§ Problem to solve:
Below are the records. Retype exactly the lines between the lines holding "open(path, 'wb').write(data)" and "scale, offset = file.scales[0], file.offsets[0]", inclusive.

§ Available records:
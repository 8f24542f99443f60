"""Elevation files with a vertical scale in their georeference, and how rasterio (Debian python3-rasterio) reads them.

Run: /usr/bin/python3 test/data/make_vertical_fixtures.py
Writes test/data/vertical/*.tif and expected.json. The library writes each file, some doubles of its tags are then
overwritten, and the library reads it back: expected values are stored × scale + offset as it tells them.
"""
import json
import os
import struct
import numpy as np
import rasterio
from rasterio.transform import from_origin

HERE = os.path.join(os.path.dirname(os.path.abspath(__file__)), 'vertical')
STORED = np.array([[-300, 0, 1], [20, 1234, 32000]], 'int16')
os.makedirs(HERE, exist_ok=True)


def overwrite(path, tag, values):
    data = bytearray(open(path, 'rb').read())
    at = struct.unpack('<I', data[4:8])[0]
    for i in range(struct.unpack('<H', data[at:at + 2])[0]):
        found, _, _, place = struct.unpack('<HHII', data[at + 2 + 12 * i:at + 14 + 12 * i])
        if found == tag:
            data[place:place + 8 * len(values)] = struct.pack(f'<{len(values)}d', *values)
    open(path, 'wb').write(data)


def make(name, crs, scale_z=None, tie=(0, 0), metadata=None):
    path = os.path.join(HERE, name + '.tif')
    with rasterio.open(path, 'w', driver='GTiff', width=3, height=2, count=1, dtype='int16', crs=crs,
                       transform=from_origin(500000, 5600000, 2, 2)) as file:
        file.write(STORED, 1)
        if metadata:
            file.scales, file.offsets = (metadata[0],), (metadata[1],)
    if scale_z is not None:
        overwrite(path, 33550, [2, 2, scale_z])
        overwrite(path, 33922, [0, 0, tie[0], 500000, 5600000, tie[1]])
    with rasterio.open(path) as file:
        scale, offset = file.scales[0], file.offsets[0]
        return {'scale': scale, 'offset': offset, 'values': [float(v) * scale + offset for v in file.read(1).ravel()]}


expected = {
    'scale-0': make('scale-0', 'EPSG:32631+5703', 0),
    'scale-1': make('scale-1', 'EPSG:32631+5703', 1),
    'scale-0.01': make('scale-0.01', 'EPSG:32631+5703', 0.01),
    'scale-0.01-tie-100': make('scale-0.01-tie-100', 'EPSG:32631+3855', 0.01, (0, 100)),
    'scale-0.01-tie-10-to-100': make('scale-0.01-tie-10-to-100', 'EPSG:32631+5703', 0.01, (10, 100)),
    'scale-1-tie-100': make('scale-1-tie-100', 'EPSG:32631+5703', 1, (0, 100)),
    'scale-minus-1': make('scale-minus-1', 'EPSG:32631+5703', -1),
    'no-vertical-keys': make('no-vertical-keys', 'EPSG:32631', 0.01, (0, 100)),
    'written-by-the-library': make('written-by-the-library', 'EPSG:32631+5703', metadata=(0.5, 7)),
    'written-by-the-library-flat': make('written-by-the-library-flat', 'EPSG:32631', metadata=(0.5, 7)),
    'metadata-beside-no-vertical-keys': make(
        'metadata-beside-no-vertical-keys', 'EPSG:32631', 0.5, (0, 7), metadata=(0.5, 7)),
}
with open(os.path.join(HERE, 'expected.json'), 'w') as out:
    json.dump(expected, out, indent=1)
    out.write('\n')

§ Result for this task:
    open(path, 'wb').write(data)


def make(name, crs, scale_z=None, tie=(0, 0), metadata=None):
    path = os.path.join(HERE, name + '.tif')
    with rasterio.open(path, 'w', driver='GTiff', width=3, height=2, count=1, dtype='int16', crs=crs,
                       transform=from_origin(500000, 5600000, 2, 2)) as file:
        file.write(STORED, 1)
        if metadata:
            file.scales, file.offsets = (metadata[0],), (metadata[1],)
    if scale_z is not None:
        overwrite(path, 33550, [2, 2, scale_z])
        overwrite(path, 33922, [0, 0, tie[0], 500000, 5600000, tie[1]])
    with rasterio.open(path) as file:
        scale, offset = file.scales[0], file.offsets[0]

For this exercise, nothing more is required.